**** Excerpted data ****
//! One node in full: how it was reached, its bound, its relaxation drawn on the map, its values,
//! and what it violates.

use record::event::{Branching, NodeState};
use record::message::{InstanceReport, NodeDetail, RivalReport, ViolatedSubset};
use record::results::Proof;
use record::scenario::{Act, ActKind};
use report::number::{count, fixed, full, of, short};
use report::proof;
use wasm_bindgen::JsCast;
use web_sys::HtmlElement;
use yew::prelude::*;

use crate::state::board::{Board, Selection};
use crate::state::document::Document;
use crate::state::pointer::Shared;
use crate::state::steer::column_words;
use crate::state::words::{branching, node_state};
use crate::view::hands::{Hands, use_hands};
use crate::view::picture::{Pictures, cycle_words};
use crate::view::rivals::HUES;
use crate::view::steering::{Steering, SteeringProps, cut, doing, may_add};
use crate::view::values::Values;

/// The id of its heading.
const HEADING: &str = "node-heading";
/// Violated sets and rows of a ray shown at most.
const SHOWN: usize = 12;

/// Leads the focus to the inspector.
pub(crate) fn focus_inspector() {
    focus(HEADING);
}

/// Leads the focus to an element.
pub(crate) fn focus(id: &str) {
    let element = gloo_utils::document().get_element_by_id(id);
    if let Some(element) = element.and_then(|element| element.dyn_into::<HtmlElement>().ok()) {
        // An element that takes no focus leaves it where it was.
        let _ = element.focus();
    }
}

#[derive(Properties, PartialEq)]
pub(crate) struct InspectorProps {
    pub(crate) document: Document,
    pub(crate) board: Board,
}

/// The section.
#[component]
pub(crate) fn Inspector(props: &InspectorProps) -> Html {
    let hands = use_hands();
    let drawn = use_state_eq(String::new);
    let selection = props.board.selection;
    let node = selection.and_then(|at| known(hands.as_ref()?, at));
    let place =
        selection.and_then(|at| props.document.slots.iter().position(|slot| slot.id == at.lane));
    let acts = place.map_or(0, |place| props.document.slots[place].rival.acts.len());
    let is_shown = |node: &&Known| node.solved || node.state == NodeState::Open;
    let wanted = node.as_ref().filter(is_shown).map(|node| (node.state, node.solved, acts));
    let is_known = wanted.is_some();
    {
        let hands = hands.clone();
        use_effect_with((selection, wanted), move |(selection, wanted)| {
            if let (Some(hands), Some(at), Some(_)) = (hands, selection, wanted) {
                hands.session.inspect(at.lane, at.node);
            }
        });
    }
    let (Some(at), Some(place)) = (selection, place) else { return Html::default() };
    let lane = props.board.lane(at.lane);
    let act = doing(hands.as_ref(), at, &lane);
    let chosen = chosen(&props.document.slots[place].rival.acts, at.node.0, lane.rival.as_deref());
    html! {
        <section
            class={classes!("node", format!("hue-{}", place % HUES))} aria-labelledby={HEADING}
            data-testid="inspector"
        >
            <h2 id={HEADING} tabindex="-1">{ heading(at, place) }</h2>
            if let Some(detail) = props.board.detail.clone().filter(|_| is_known) {
                <Detail {detail} report={report(&props.document)} rival={lane.rival.clone()} {drawn} {act} {chosen} />
            } else if let Some(node) = node.filter(|node| !node.solved && node.state != NodeState::Open) {
                { unsolved(&node, lane.rival.as_deref()) }
            } else {
                <p class="soft">{ "Asking the worker for this node…" }</p>
            }
        </section>
    }
}

/// What is known of the instance; nothing where every rival brings its data along.
fn report(document: &Document) -> Shared<InstanceReport> {
    document.accepted.as_ref().map_or_else(Shared::default, |accepted| accepted.report.clone())
}

/// The column on which a person wants a node branched.
fn chosen(acts: &[Act], node: u32, rival: Option<&RivalReport>) -> Option<String> {
    let here = |act: &&Act| act.what == ActKind::Branch && act.node == Some(node);
    let columns = rival.map_or(&[][..], |rival| rival.column_names.as_slice());
    acts.iter().rev().find(here).map(|act| column_words(&act.on, columns))
}

/// What the page knows of a node without its worker.
struct Known {
    state: NodeState,
    solved: bool,
    stand: Option<f64>,
    path: Vec<Branching>,
}

fn known(hands: &Hands, at: Selection) -> Option<Known> {
    let tree = hands.session.tree(at.lane)?;
    let tree = tree.borrow();
    let place = tree.place(at.node)?;
    let node = tree.nodes().get(place)?;
    let (state, solved, stand) = (node.state, node.solved, node.stand);
    Some(Known { state, solved, stand, path: tree.path(place) })
}

fn unsolved(node: &Known, rival: Option<&RivalReport>) -> Html {
    let bound = node.stand.map_or_else(String::new, |stand| {
        format!(" Its parent's bound, {}, stands for it.", short(stand))
    });
    html! {
        <div class="say">
            <p>{ format!("This node is {}; its relaxation was not solved.{bound}", node_state(node.state)) }</p>
            { path(&node.path, rival) }
        </div>
    }
}

fn heading(at: Selection, place: usize) -> String {
    let root = if at.node.0 == 1 { ", the root" } else { "" };
    format!("Node {} of {}{root}", at.node.0, Document::letter(place))
}

#[derive(Properties, PartialEq)]
struct DetailProps {
    detail: Shared<NodeDetail>,
    report: Shared<InstanceReport>,
    rival: Option<Shared<RivalReport>>,
    drawn: UseStateHandle<String>,
    /// Does an act by hand; `None` once the search has ended.
    act: Option<Callback<Act>>,
    chosen: Option<String>,
}

#[component]
fn Detail(props: &DetailProps) -> Html {
    let column = use_state_eq(|| None::<u32>);
    let set = use_state_eq(|| None::<usize>);
    let choose = {
        let column = column.setter();
        Callback::from(move |chosen: Option<u32>| column.set(chosen))
    };
    let (detail, report) = (&props.detail, &props.report);
    let tint = set.and_then(|index| detail.violated.get(index)).map(|violated| {
        let named = |label: &String| report.stops.iter().position(|stop| stop.label == *label);
        Shared::new(violated.subset.iter().filter_map(named).collect::<Vec<usize>>())
    });
    let show = {
        let (set, shown) = (set.setter(), *set);
        Callback::from(move |index: usize| set.set((shown != Some(index)).then_some(index)))
    };
    html! {
        <div class="node-parts">
            <div class="say">
                <p>{ sentence(detail) }</p>
                { bound(detail) }
                { path(&detail.path, props.rival.as_deref()) }
                { families(detail) }
                { violated(props, *set, &show) }
                { cycle(detail, &report.unit) }
                { ray(detail) }
                <Steering ..SteeringProps::of(detail, props.chosen.clone(), props.act.clone()) />
            </div>
            <Pictures
                detail={detail.clone()} report={report.clone()} drawn={props.drawn.clone()} set={tint}
                column={*column}
            />
            if !detail.values.is_empty() {
            <Values
                detail={detail.clone()} rival={props.rival.clone()} unit={report.unit.clone()}
                column={*column} {choose} act={props.act.clone()}
            />
            }
        </div>
    }
}

/// How the node stands, in a sentence.
fn sentence(detail: &NodeDetail) -> String {
    let fractional = detail.values.iter().filter(|value| value.fractional).count() as u64;
    let depth = if detail.depth == 0 {
        String::new()
    } else {
        format!(", {}", of(u64::from(detail.depth), "branching") + " deep")
    };
    let state = node_state(detail.state);
    if detail.ahead && (detail.bound.is_some() || !detail.ray.is_empty()) {
        let begun =
            format!("This node is {state}{depth}. The search has not solved it; its relaxation");
        return match (detail.bound, fractional) {
            (None, _) => format!("{begun} has no point."),
            (Some(_), 0) => format!("{begun} would leave no variable fractional."),
            (Some(_), some) => {
                format!("{begun} would leave {} fractional.", of(some, "variable"))
            }
        };
    }
    if detail.bound.is_none() {
        return format!("This node is {state}{depth}.");
    }
    let whole = if fractional == 0 {
        "every variable that must be whole is whole".to_owned()
    } else {
        format!(
            "{} that must be whole {} not",
            of(fractional, "variable"),
            if fractional == 1 { "is" } else { "are" }
        )
    };
    format!("This node is {state}{depth}: in its relaxation {whole}.")
}

fn bound(detail: &NodeDetail) -> Html {
    let Some(bound) = detail.bound else { return Html::default() };
    let checked = match (detail.proof, &detail.checked_bound) {
        (Proof::Exact, Some(exact)) => format!("checked exactly: {exact}"),
        _ => proof::mark(detail.proof, detail.checked_within),
    };
    let meaning = proof::meaning(detail.proof, detail.checked_bound.as_deref());
    html! {
        <p class="small">
            { "Bound " }<b><data value={bound.to_string()} title={full(bound)} data-testid="node-bound">{ short(bound) }</data></b>
            { ", " }<span class="exact" data-testid="node-checked" title={meaning}>{ checked }</span>
        </p>
    }
}

fn path(steps: &[Branching], rival: Option<&RivalReport>) -> Html {
    if steps.is_empty() {
        return Html::default();
    }
    let columns = rival.map_or(&[][..], |rival| rival.column_names.as_slice());
    html! {
        <>
            <h3>{ "Branchings from the root" }</h3>
            <ol class="path small" data-testid="path">
                for step in steps.iter() { <li>{ branching(step, columns) }</li> }
            </ol>
        </>
    }
}

/// What each family does here: which rows hold the vertex, and what they cost.
fn families(detail: &NodeDetail) -> Html {
    if detail.families.is_empty() {
        return Html::default();
    }
    html! {
        <details class="folded small" data-testid="node-families">
            <summary>{ "Duals by family" }</summary>
            <table>
                <thead><tr>
                    <th scope="col">{ "family" }</th><th scope="col">{ "rows" }</th>
                    <th scope="col" title="Rows that hold the vertex: they are not basic">{ "tight" }</th>
                    <th scope="col" title="Rows whose dual is not 0">{ "priced" }</th>
                    <th scope="col">{ "greatest" }</th>
                </tr></thead>
                <tbody>
                    for family in detail.families.iter() {
                        <tr>
                            <th scope="row">{ family.family.clone() }</th>
                            <td>{ count(u64::from(family.rows)) }</td><td>{ count(u64::from(family.held)) }</td>
                            <td>{ count(u64::from(family.priced)) }</td><td>{ short(family.greatest) }</td>
                        </tr>
                    }
                </tbody>
            </table>
            <p class="soft">{ "Duals say what a unit of a right-hand side buys at this vertex; in a degenerate one they are one choice of many." }</p>
        </details>
    }
}

fn violated(props: &DetailProps, shown: Option<usize>, show: &Callback<usize>) -> Html {
    let sets = props.detail.violated.as_slice();
    if sets.is_empty() {
        return Html::default();
    }
    let press = |index: usize| {
        let show = show.clone();
        Callback::from(move |_: MouseEvent| show.emit(index))
    };
    let more = sets.len().saturating_sub(SHOWN) as u64;
    html! {
        <>
            <h3>{ "Violated sets" }</h3>
            <ul class="sets small" data-testid="violated">
                for (index, set) in sets.iter().take(SHOWN).enumerate() {
                    <li key={index}>
                        { format!("{} violated by {}: ", set.family, fixed(set.violation, 3)) }
                        <button type="button" class="link" onclick={press(index)}
                            aria-pressed={if shown == Some(index) { "true" } else { "false" }}
                        >{ set.subset.join(", ") }</button>
                        { add_row(props, set) }
                    </li>
                }
                if more > 0 { <li class="soft">{ format!("and {more} more") }</li> }
            </ul>
            if !sets.iter().any(|set| may_add(props.rival.as_deref(), set)) {
                <p class="small soft">{ "This rival has no such family on demand, so their rows cannot be added by hand." }</p>
            }
        </>
    }
}

/// The cycle that proves it, in words.
fn cycle(detail: &NodeDetail, unit: &str) -> Html {
    let Some(cycle) = &detail.cycle else { return Html::default() };
    let why = if detail.state == NodeState::Unbounded {
        "Whatever goes once more around it, improves the objective: there is no best.".to_owned()
    } else {
        format!("Added up around it, its rows say 0 ≤ {}.", short(cycle.total))
    };
    html! {
        <>
            <h3>{ "A cycle that proves it" }</h3>
            <p data-testid="cycle">{ cycle_words(cycle, unit) }</p>
            <p class="small soft">{ why }</p>
        </>
    }
}

/// "Add this row", where the set's family is on demand.
fn add_row(props: &DetailProps, set: &ViolatedSubset) -> Html {
    let act = props.act.as_ref().filter(|_| may_add(props.rival.as_deref(), set));
    let Some(act) = act else { return Html::default() };
    let row = cut(set);
    let onclick = act.reform(move |_: MouseEvent| row.clone());
    let label = format!("Add this row, {} of {}", set.family, set.subset.join(", "));
    html! {
        <>{ " " }<button type="button" class="add-row" {onclick} aria-label={label}>{ "Add this row" }</button></>
    }
}

fn ray(detail: &NodeDetail) -> Html {
    if detail.ray.is_empty() {
        return Html::default();
    }
    html! {
        <>
            <h3>{ "Rows that prove it infeasible" }</h3>
            <p class="small soft">{ "Added up with these multipliers they contradict the variables' bounds." }</p>
            <ul class="sets small" data-testid="ray">
                for (name, multiplier) in detail.ray.iter().take(SHOWN) {
                    <li>{ format!("{} × {name}", short(*multiplier)) }</li>
                }
                if detail.ray.len() > SHOWN {
                    <li class="soft">{ format!("and {} more", detail.ray.len() - SHOWN) }</li>
                }
            </ul>
        </>
    }
}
****
The lines to return are those in the entries above that include "session".

                hands.session.inspect(at.lane, at.node);
    let tree = hands.session.tree(at.lane)?;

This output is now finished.